• _Task directions_
Up to and including the line that contains "math.Float64bits(g.Ref) != math.Float64bits(w.ref)", write out each line of the material from its first line, exactly.

____ Information provided

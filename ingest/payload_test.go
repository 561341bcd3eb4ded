package ingest_test

import (
	"bytes"
	"errors"
	"fmt"
	"math"
	"strings"
	"testing"
	"time"

	"driftfit/ingest"
	"driftfit/rolling"
)

// t2026 is 2026-03-01T12:00:00Z in Unix ns, from the standard library.
var t2026 = time.Date(2026, 3, 1, 12, 0, 0, 0, time.UTC).UnixNano()

// wantReading is an expected decoded reading; unit "" means absent.
type wantReading struct {
	ns     int64
	v      float64
	ref    float64
	hasRef bool
	unit   string
}

type wantReject struct {
	index  int
	field  string
	value  string
	reason ingest.Reason
	err    error
}

func checkPayload(t *testing.T, p ingest.Payload, sensor string, readings []wantReading, rejects []wantReject) {
	t.Helper()
	if string(p.Sensor) != sensor {
		t.Errorf("Sensor = %q, want %q", p.Sensor, sensor)
	}
	if len(p.Readings) != len(readings) {
		t.Fatalf("got %d readings %+v, want %d %+v", len(p.Readings), p.Readings, len(readings), readings)
	}
	for i, w := range readings {
		g := p.Readings[i]
		if g.UnixNano != w.ns || math.Float64bits(g.Value) != math.Float64bits(w.v) || g.HasRef != w.hasRef ||
			math.Float64bits(g.Ref) != math.Float64bits(w.ref) || string(g.Unit) != w.unit {
			t.Errorf("reading %d = {%d %v ref %v/%v unit %q}, want %+v", i, g.UnixNano, g.Value, g.Ref, g.HasRef, g.Unit, w)
		}
	}
	if len(p.Rejects) != len(rejects) {
		t.Fatalf("got %d rejects %+v, want %d %+v", len(p.Rejects), p.Rejects, len(rejects), rejects)
	}
	for i, w := range rejects {
		g := p.Rejects[i]
		if g.Index != w.index || g.Field != w.field || g.Value != w.value || g.Reason != w.reason || !errors.Is(g.Err, w.err) {
			t.Errorf("reject %d = %+v, want %+v", i, g, w)
		}
	}
}

func TestDecoder_Decode(t *testing.T) {
	r := func(ns int64, v float64) wantReading { return wantReading{ns: ns, v: v} }
	tests := []struct {
		name     string
		in       string
		sensor   string
		readings []wantReading
		rejects  []wantReject
	}{
		{"single rfc 3339", `{"t":"2026-03-01T12:00:00Z","v":101.325}`, "", []wantReading{r(t2026, 101.325)}, nil},
		{"single unix seconds with ref and unit",
			` { "unit" : "kPa", "ref": 100, "v": -1.5e-3, "t": 1772366400.25 } `, "",
			[]wantReading{{ns: t2026 + 25e7, v: -1.5e-3, ref: 100, hasRef: true, unit: "kPa"}}, nil},
		{"single with sensor", `{"sensor":"plantA.boiler2.pt-101","t":1772366400,"v":1}`, "plantA.boiler2.pt-101", []wantReading{r(t2026, 1)}, nil},
		{"time as quoted number", `{"t":"1772366400","v":1}`, "", []wantReading{r(t2026, 1)}, nil},
		{"exponent time", `{"t":1.7723664e9,"v":1}`, "", []wantReading{r(t2026, 1)}, nil},
		{"null ref and unit are absent", `{"t":1772366400,"v":1,"ref":null,"unit":null}`, "", []wantReading{r(t2026, 1)}, nil},
		{"unknown keys of every kind ignored",
			`{"q":{"a":[1,{"b":null}],"c":"\u00e9\n"},"t":1772366400,"flag":true,"n":-0.5e+3,"v":2,"z":[],"w":{}}`, "",
			[]wantReading{r(t2026, 2)}, nil},
		{"escaped keys and unit", `{"\u0074":1772366400,"\u0076":3,"un\u0069t":"\u00b0C \"dry\"\/x"}`, "",
			[]wantReading{{ns: t2026, v: 3, unit: "°C \"dry\"/x"}}, nil},
		{"surrogate pair and lone surrogate", `{"t":0,"v":0,"unit":"\ud83d\ude00\ud800"}`, "",
			[]wantReading{{ns: 0, v: 0, unit: "\U0001F600\uFFFD"}}, nil},
		{"duplicate key: last wins", `{"t":1,"v":1,"v":2,"t":1772366400}`, "", []wantReading{r(t2026, 2)}, nil},
		{"negative zero kept", `{"t":0,"v":-0}`, "", []wantReading{r(0, math.Copysign(0, -1))}, nil},
		// 1e-400 is below the smallest float64 subnormal, 4.9e-324 (IEEE
		// 754 binary64): strconv would read 0, which is not the reading.
		{"underflow refused", `{"t":0,"v":1e-400}`, "", nil, []wantReject{{0, "v", "1e-400", ingest.ReasonNonFinite, ingest.ErrNumberRange}}},
		{"smallest subnormal kept", `{"t":0,"v":5e-324}`, "", []wantReading{r(0, 5e-324)}, nil},
		{"empty array", `[]`, "", nil, nil},
		{"bad readings among good ones",
			`[{"t":1772366400,"v":1},
			  {"v":2},
			  {"t":1772366400,"v":null},
			  {"t":"yesterday","v":3},
			  {"t":1772366400.0000000001,"v":3},
			  {"t":1772366400,"v":1e999},
			  {"t":1772366400,"v":"4"},
			  {"t":true,"v":4},
			  {"t":1772366400,"v":5,"ref":-1e999},
			  {"t":1772366400,"v":5,"ref":"0"},
			  {"t":1772366400,"v":5,"unit":7},
			  42,
			  [1,2],
			  {"t":1772366401,"v":6,"unit":"bar"}]`, "",
			[]wantReading{r(t2026, 1), {ns: t2026 + 1e9, v: 6, unit: "bar"}},
			[]wantReject{
				{1, "t", "", ingest.ReasonMissingField, ingest.ErrMissingField},
				{2, "v", "", ingest.ReasonMissingField, ingest.ErrMissingField},
				{3, "t", `"yesterday"`, ingest.ReasonBadTime, ingest.ErrTimeSyntax},
				{4, "t", "1772366400.0000000001", ingest.ReasonBadTime, ingest.ErrTimePrecision},
				{5, "v", "1e999", ingest.ReasonNonFinite, ingest.ErrNonFinite},
				{6, "v", `"4"`, ingest.ReasonWrongType, ingest.ErrWrongType},
				{7, "t", "true", ingest.ReasonWrongType, ingest.ErrWrongType},
				{8, "ref", "-1e999", ingest.ReasonNonFinite, ingest.ErrNonFinite},
				{9, "ref", `"0"`, ingest.ReasonWrongType, ingest.ErrWrongType},
				{10, "unit", "7", ingest.ReasonWrongType, ingest.ErrWrongType},
				{11, "", "42", ingest.ReasonWrongType, ingest.ErrWrongType},
				{12, "", "[1,2]", ingest.ReasonWrongType, ingest.ErrWrongType},
			}},
		{"batch", `{"sensor":"s.1","t":[1772366400,"2026-03-01T12:00:01Z",1772366402],"v":[1,2.5,-3],"unit":"mA"}`, "s.1",
			[]wantReading{{ns: t2026, v: 1, unit: "mA"}, {ns: t2026 + 1e9, v: 2.5, unit: "mA"}, {ns: t2026 + 2e9, v: -3, unit: "mA"}}, nil},
		{"batch with ref and bad elements", `{"v":[1,null,3,1e999,5],"ref":[0.5,0,null,0,"x"],"t":[0,1,2,3,4],"sensor":"s"}`, "s",
			[]wantReading{{ns: 0, v: 1, ref: 0.5, hasRef: true}, {ns: 2e9, v: 3}},
			[]wantReject{
				{1, "v", "", ingest.ReasonMissingField, ingest.ErrMissingField},
				{3, "v", "1e999", ingest.ReasonNonFinite, ingest.ErrNonFinite},
				{4, "ref", `"x"`, ingest.ReasonWrongType, ingest.ErrWrongType},
			}},
		{"batch with wrong unit type", `{"t":[0,1],"v":[1,2],"unit":["x"]}`, "", nil,
			[]wantReject{
				{0, "unit", `["x"]`, ingest.ReasonWrongType, ingest.ErrWrongType},
				{1, "unit", `["x"]`, ingest.ReasonWrongType, ingest.ErrWrongType},
			}},
		// Elements that hold numbers without being plain ones: a nested
		// array, an object, exponent and long forms after a plain number.
		{"batch with nested and long elements",
			`{"t":[[1772366400],1772366400,{"a":1},1772366401,1.772366402e9],"v":[1,[2],3,12345678901234567890.5,5]}`, "",
			[]wantReading{{ns: t2026 + 1e9, v: 12345678901234567890.5}, {ns: t2026 + 2e9, v: 5}},
			[]wantReject{
				{0, "t", "[1772366400]", ingest.ReasonWrongType, ingest.ErrWrongType},
				{1, "v", "[2]", ingest.ReasonWrongType, ingest.ErrWrongType},
				{2, "t", `{"a":1}`, ingest.ReasonWrongType, ingest.ErrWrongType},
			}},
		{"empty batch", `{"sensor":"s","t":[],"v":[]}`, "s", nil, nil},
		{"long bad value cut", `{"t":"` + strings.Repeat("x", 100) + `","v":1}`, "", nil,
			[]wantReject{{0, "t", `"` + strings.Repeat("x", 63) + "...", ingest.ReasonBadTime, ingest.ErrTimeSyntax}}},
	}
	var d ingest.Decoder // shared: reuse across payloads must not leak state
	for _, tt := range tests {
		t.Run(tt.name, func(t *testing.T) {
			p, err := d.Decode([]byte(tt.in))
			if err != nil {
				t.Fatalf("Decode(%s) error: %v", tt.in, err)
			}
			checkPayload(t, p, tt.sensor, tt.readings, tt.rejects)
		})
	}
}

func TestDecoder_Decode_PayloadErrors(t *testing.T) {
	tests := []struct {
		name   string
		in     string
		err    error
		reason ingest.Reason
		offset int
	}{
		{"empty", ``, ingest.ErrPayloadSyntax, ingest.ReasonMalformed, 0},
		{"white space only", " \n", ingest.ErrPayloadSyntax, ingest.ReasonMalformed, 2},
		{"truncated", `{"t":1,"v":`, ingest.ErrPayloadSyntax, ingest.ReasonMalformed, 11},
		{"trailing comma", `{"t":1,"v":2,}`, ingest.ErrPayloadSyntax, ingest.ReasonMalformed, 13},
		{"trailing data", `{"t":1,"v":2} {}`, ingest.ErrPayloadSyntax, ingest.ReasonMalformed, 14},
		{"single quotes", `{'t':1,'v':2}`, ingest.ErrPayloadSyntax, ingest.ReasonMalformed, 1},
		{"leading zero", `{"t":01,"v":2}`, ingest.ErrPayloadSyntax, ingest.ReasonMalformed, 6},
		{"leading plus", `{"t":1,"v":+2}`, ingest.ErrPayloadSyntax, ingest.ReasonMalformed, 11},
		{"bare NaN", `{"t":1,"v":NaN}`, ingest.ErrPayloadSyntax, ingest.ReasonMalformed, 11},
		{"trailing dot", `{"t":1,"v":2.}`, ingest.ErrPayloadSyntax, ingest.ReasonMalformed, 13},
		{"bad escape", `{"t":1,"v":2,"x":"\q"}`, ingest.ErrPayloadSyntax, ingest.ReasonMalformed, 18},
		{"short unicode escape", `{"t":1,"v":2,"x":"\u12"}`, ingest.ErrPayloadSyntax, ingest.ReasonMalformed, 18},
		{"raw newline in string", "{\"t\":1,\"v\":2,\"x\":\"a\nb\"}", ingest.ErrPayloadSyntax, ingest.ReasonMalformed, 19},
		{"broken unknown value", `{"t":1,"v":2,"x":[1,}`, ingest.ErrPayloadSyntax, ingest.ReasonMalformed, 20},
		{"bad literal", `{"t":1,"v":2,"x":nul}`, ingest.ErrPayloadSyntax, ingest.ReasonMalformed, 17},
		{"unterminated string", `{"t":1,"v":2,"x":"abc`, ingest.ErrPayloadSyntax, ingest.ReasonMalformed, 21},
		{"scalar payload", `42`, ingest.ErrPayloadShape, ingest.ReasonMalformed, 0},
		{"null payload", `null`, ingest.ErrPayloadShape, ingest.ReasonMalformed, 0},
		{"batch with scalar v", `{"t":[1,2],"v":3}`, ingest.ErrPayloadShape, ingest.ReasonMalformed, 15},
		{"batch without t", `{"v":[3]}`, ingest.ErrPayloadShape, ingest.ReasonMalformed, 5},
		{"batch with scalar ref", `{"t":[1],"v":[3],"ref":0}`, ingest.ErrPayloadShape, ingest.ReasonMalformed, 23},
		{"sensor not a string", `{"sensor":7,"t":1,"v":3}`, ingest.ErrPayloadShape, ingest.ReasonWrongType, 10},
		{"nested too deep", `{"t":1,"v":2,"x":` + strings.Repeat("[", 100) + strings.Repeat("]", 100) + `}`,
			ingest.ErrPayloadShape, ingest.ReasonMalformed, 17 + 63},
		{"length mismatch", `{"t":[1,2,3],"v":[1,2]}`, ingest.ErrLengthMismatch, ingest.ReasonLengthMismatch, 5},
		{"ref length mismatch", `{"t":[1,2],"v":[1,2],"ref":[1,2,3]}`, ingest.ErrLengthMismatch, ingest.ReasonLengthMismatch, 5},
	}
	var d ingest.Decoder
	for _, tt := range tests {
		t.Run(tt.name, func(t *testing.T) {
			p, err := d.Decode([]byte(tt.in))
			var pe *ingest.PayloadError
			if !errors.As(err, &pe) || !errors.Is(err, tt.err) || pe.Reason != tt.reason || pe.Offset != tt.offset {
				t.Fatalf("Decode(%q) = %v; want *PayloadError %v, reason %v, offset %d", tt.in, err, tt.err, tt.reason, tt.offset)
			}
			if len(p.Readings)+len(p.Rejects) != 0 || p.Sensor != nil {
				t.Errorf("Decode(%q) returned readings with error %v", tt.in, err)
			}
		})
	}
}

func TestDecoder_MaxBytes(t *testing.T) {
	payload := []byte(`{"t":0,"v":1}`) // 13 bytes
	tests := []struct {
		max int
		ok  bool
	}{{0, true}, {-5, true}, {13, true}, {12, false}}
	for _, tt := range tests {
		d := ingest.Decoder{MaxBytes: tt.max}
		_, err := d.Decode(payload)
		if (err == nil) != tt.ok || (err != nil && !errors.Is(err, ingest.ErrPayloadTooLarge)) {
			t.Errorf("MaxBytes %d: Decode(13 bytes) error = %v, want ok %v", tt.max, err, tt.ok)
		}
	}
	var d ingest.Decoder
	big := append([]byte(`{"t":0,"v":1,"x":"`), bytes.Repeat([]byte("a"), ingest.DefaultMaxBytes)...)
	big = append(big, `"}`...)
	var pe *ingest.PayloadError
	if _, err := d.Decode(big); !errors.As(err, &pe) || pe.Reason != ingest.ReasonOversized {
		t.Errorf("Decode(over 1 MiB) = %v, want an oversized *PayloadError", err)
	}
}

func TestReason_String(t *testing.T) {
	want := map[ingest.Reason]string{
		ingest.ReasonUnknown: "unknown", ingest.ReasonMalformed: "malformed_payload",
		ingest.ReasonMissingField: "missing_field", ingest.ReasonBadTime: "bad_time",
		ingest.ReasonNonFinite: "non_finite", ingest.ReasonWrongType: "wrong_type",
		ingest.ReasonOversized: "oversized", ingest.ReasonFutureTime: "future_time",
		ingest.ReasonTooOld: "too_old", ingest.ReasonUnitMismatch: "unit_mismatch",
		ingest.ReasonLengthMismatch: "length_mismatch", ingest.Reason(200): "reason(200)",
	}
	for r, w := range want {
		if got := r.String(); got != w {
			t.Errorf("Reason(%d).String() = %q, want %q", uint8(r), got, w)
		}
	}
}

func TestAppendReading(t *testing.T) {
	tests := []struct {
		d    ingest.Decoded
		want string
	}{
		{ingest.Decoded{Reading: rolling.Reading{UnixNano: t2026 + 5e8, Value: 101.325}},
			`{"t":1772366400.5,"v":101.325}`},
		{ingest.Decoded{Reading: rolling.Reading{UnixNano: -1, Value: 1e21}, Ref: -0.5, HasRef: true, Unit: []byte("°C \"x\"\n")},
			`{"t":-0.000000001,"v":1e+21,"ref":-0.5,"unit":"°C \"x\"\u000a"}`},
		{ingest.Decoded{Reading: rolling.Reading{UnixNano: math.MinInt64, Value: math.Inf(-1)}},
			`{"t":-9223372036.854775808,"v":-1e999}`},
		{ingest.Decoded{Reading: rolling.Reading{UnixNano: 0, Value: math.NaN()}}, `{"t":0,"v":null}`},
	}
	for _, tt := range tests {
		if got := string(ingest.AppendReading(nil, tt.d)); got != tt.want {
			t.Errorf("AppendReading(%+v) = %s, want %s", tt.d, got, tt.want)
		}
	}
	got := string(ingest.AppendBatch([]byte("x"), "a\"b", []rolling.Reading{{UnixNano: 1, Value: 2}, {UnixNano: 3e9, Value: -0.25}}))
	if want := `x{"sensor":"a\"b","t":[0.000000001,3],"v":[2,-0.25]}`; got != want {
		t.Errorf("AppendBatch = %s, want %s", got, want)
	}
}

func Example() {
	var d ingest.Decoder
	p, err := d.Decode([]byte(`[{"t":"2026-03-01T12:00:00Z","v":101.3,"unit":"kPa"},{"t":"noon","v":99}]`))
	if err != nil {
		fmt.Println(err)
		return
	}
	for _, r := range p.Readings {
		fmt.Println(time.Unix(0, r.UnixNano).UTC().Format(time.RFC3339), r.Value, string(r.Unit))
	}
	for _, rj := range p.Rejects {
		fmt.Println(rj.Index, rj.Field, rj.Value, rj.Reason)
	}
	// Output:
	// 2026-03-01T12:00:00Z 101.3 kPa
	// 1 t "noon" bad_time
}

________

• _Response to the exercise_
filename ingest/payload_test.go
repository 561341bcd3eb4ded
package ingest_test

import (
	"bytes"
	"errors"
	"fmt"
	"math"
	"strings"
	"testing"
	"time"

	"driftfit/ingest"
	"driftfit/rolling"
)

// t2026 is 2026-03-01T12:00:00Z in Unix ns, from the standard library.
var t2026 = time.Date(2026, 3, 1, 12, 0, 0, 0, time.UTC).UnixNano()

// wantReading is an expected decoded reading; unit "" means absent.
type wantReading struct {
	ns     int64
	v      float64
	ref    float64
	hasRef bool
	unit   string
}

type wantReject struct {
	index  int
	field  string
	value  string
	reason ingest.Reason
	err    error
}

func checkPayload(t *testing.T, p ingest.Payload, sensor string, readings []wantReading, rejects []wantReject) {
	t.Helper()
	if string(p.Sensor) != sensor {
		t.Errorf("Sensor = %q, want %q", p.Sensor, sensor)
	}
	if len(p.Readings) != len(readings) {
		t.Fatalf("got %d readings %+v, want %d %+v", len(p.Readings), p.Readings, len(readings), readings)
	}
	for i, w := range readings {
		g := p.Readings[i]
		if g.UnixNano != w.ns || math.Float64bits(g.Value) != math.Float64bits(w.v) || g.HasRef != w.hasRef ||
			math.Float64bits(g.Ref) != math.Float64bits(w.ref) || string(g.Unit) != w.unit {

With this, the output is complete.